The recession being caused by the COVID-19 pandemic is now forecast to be deeper than that of the Great Recession of 2008-2009, according to a new report from IHS Markit.
Most economies won’t return to pre-pandemic levels of output for two to three years, Nariman Behravesh, chief economist at IHS Markit, and Elisabeth Waelbroeck-Rocha, chief international economist at the global analytics and consultancy firm, said.
IHS’s new Monday forecast is much more pessimistic than its regularly scheduled March outlook released two weeks ago and based on major downgrades to forecasts of the U.S. economy and oil prices.
“The risks remain overwhelmingly on the downside and further downgrades are almost assured,” Beravesh and Waelbroeck-Rocha said.
IHS Markit now believes real world gross domestic product (GDP) should plunge 2.8 percent in 2020 compared with 2009’s 1.7 percent drop Many key economies will see double-digit year-over-year declines in the second quarter, with the contraction continuing into the third quarter, the report said.
Based on recent data and developments, IHS Markit has cut the U.S. 2020 forecast to a decline of 5.4 percent.
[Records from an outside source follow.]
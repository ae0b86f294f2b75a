package plots

import (
	"errors"
	"math"
	"testing"
)

// TestSpectral renders a plot of two series, one with a NaN point, and refuses series of
// mismatched lengths and an empty plot.
func TestSpectral(t *testing.T) {
	wave := []float64{1.6e-6, 1.8e-6, 2.0e-6}
	f, err := Spectral([]SpectralSeries{{Label: "size", Wave: wave, Y: []float64{1, 1.1, 1.2}},
		{Label: "x", Wave: wave, Y: []float64{0, math.NaN(), 0.1}}}, "mas", Options{Width: 400, Height: 300})
	if err != nil {
		t.Fatal(err)
	}
	if b := f.Image().Bounds(); b.Dx() != 400 || b.Dy() != 300 {
		t.Errorf("image %v", b)
	}
	if _, err := Spectral([]SpectralSeries{{Wave: wave, Y: []float64{1}}}, "mas", Options{}); err == nil {
		t.Error("mismatched lengths accepted")
	}
	if _, err := Spectral([]SpectralSeries{{Wave: wave[:1], Y: []float64{math.NaN()}}}, "mas", Options{}); !errors.Is(err, ErrNoData) {
		t.Errorf("empty plot: %v", err)
	}
}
Tied to the deep U.S. recession and collapsing oil prices, IHS Markit expects Canada’s economy to contract 3.3 percent this year, before seeing a modest recovery in 2021.
“Europe, where the number of cases continues to grow rapidly and lockdowns are pervasive, will see some of the worst recessions in the developed world, with 2020 real GDP drops of approximately 4.5 percent in the Eurozone and U.K. economies,” the economists said. “Italy faces a decline of 6 percent or more. The peak GDP contractions expected in the second quarter of 2020 will far exceed those at the height of the global financial crisis.”
The report noted that Japan was already in recession before the pandemic and the postponement of the summer Tokyo Olympics will make the downturn even deeper. IHS Markit expects a real GDP contraction of 2.5 percent this year and a very weak recovery next year for Japan.
China’s economic activity is expected to have plummeted at a near-double-digit rate in the first quarter before recovering sooner than other countries, where the spread of the virus has occurred later. IHS Markit predicts growth of just 2 percent in 2020, followed by a stronger-than-average rebound in 2021.
“Emerging markets growth will also be hammered,” the economists said. “Not only are infection rates rising rapidly in key economies such as India, but the combination of the deepest global recession since the 1930s, plunging commodity prices and depreciating currencies compounding already dangerous debt burdens will push many of these economies to the breaking point.”
IHS said it will likely take two to three years for most economies to return to their pre-pandemic levels of output. Added to that is the likelihood that the pandemic’s negative effects and uncertainty will pound capital spending, sending GDP below historic levels, equal to or worse than in the wake of the global financial crisis more than a decade ago.
“A sizeable and aggressive policy response will help to limit the downturn and bolster the upturn,” Beravesh and Waelbroeck-Rocha added. “We are beginning to see a much more effective fiscal and monetary response in recent days. While these moves are probably not big enough, they will act as circuit breakers and prevent the COVID-19 recession from becoming far worse.”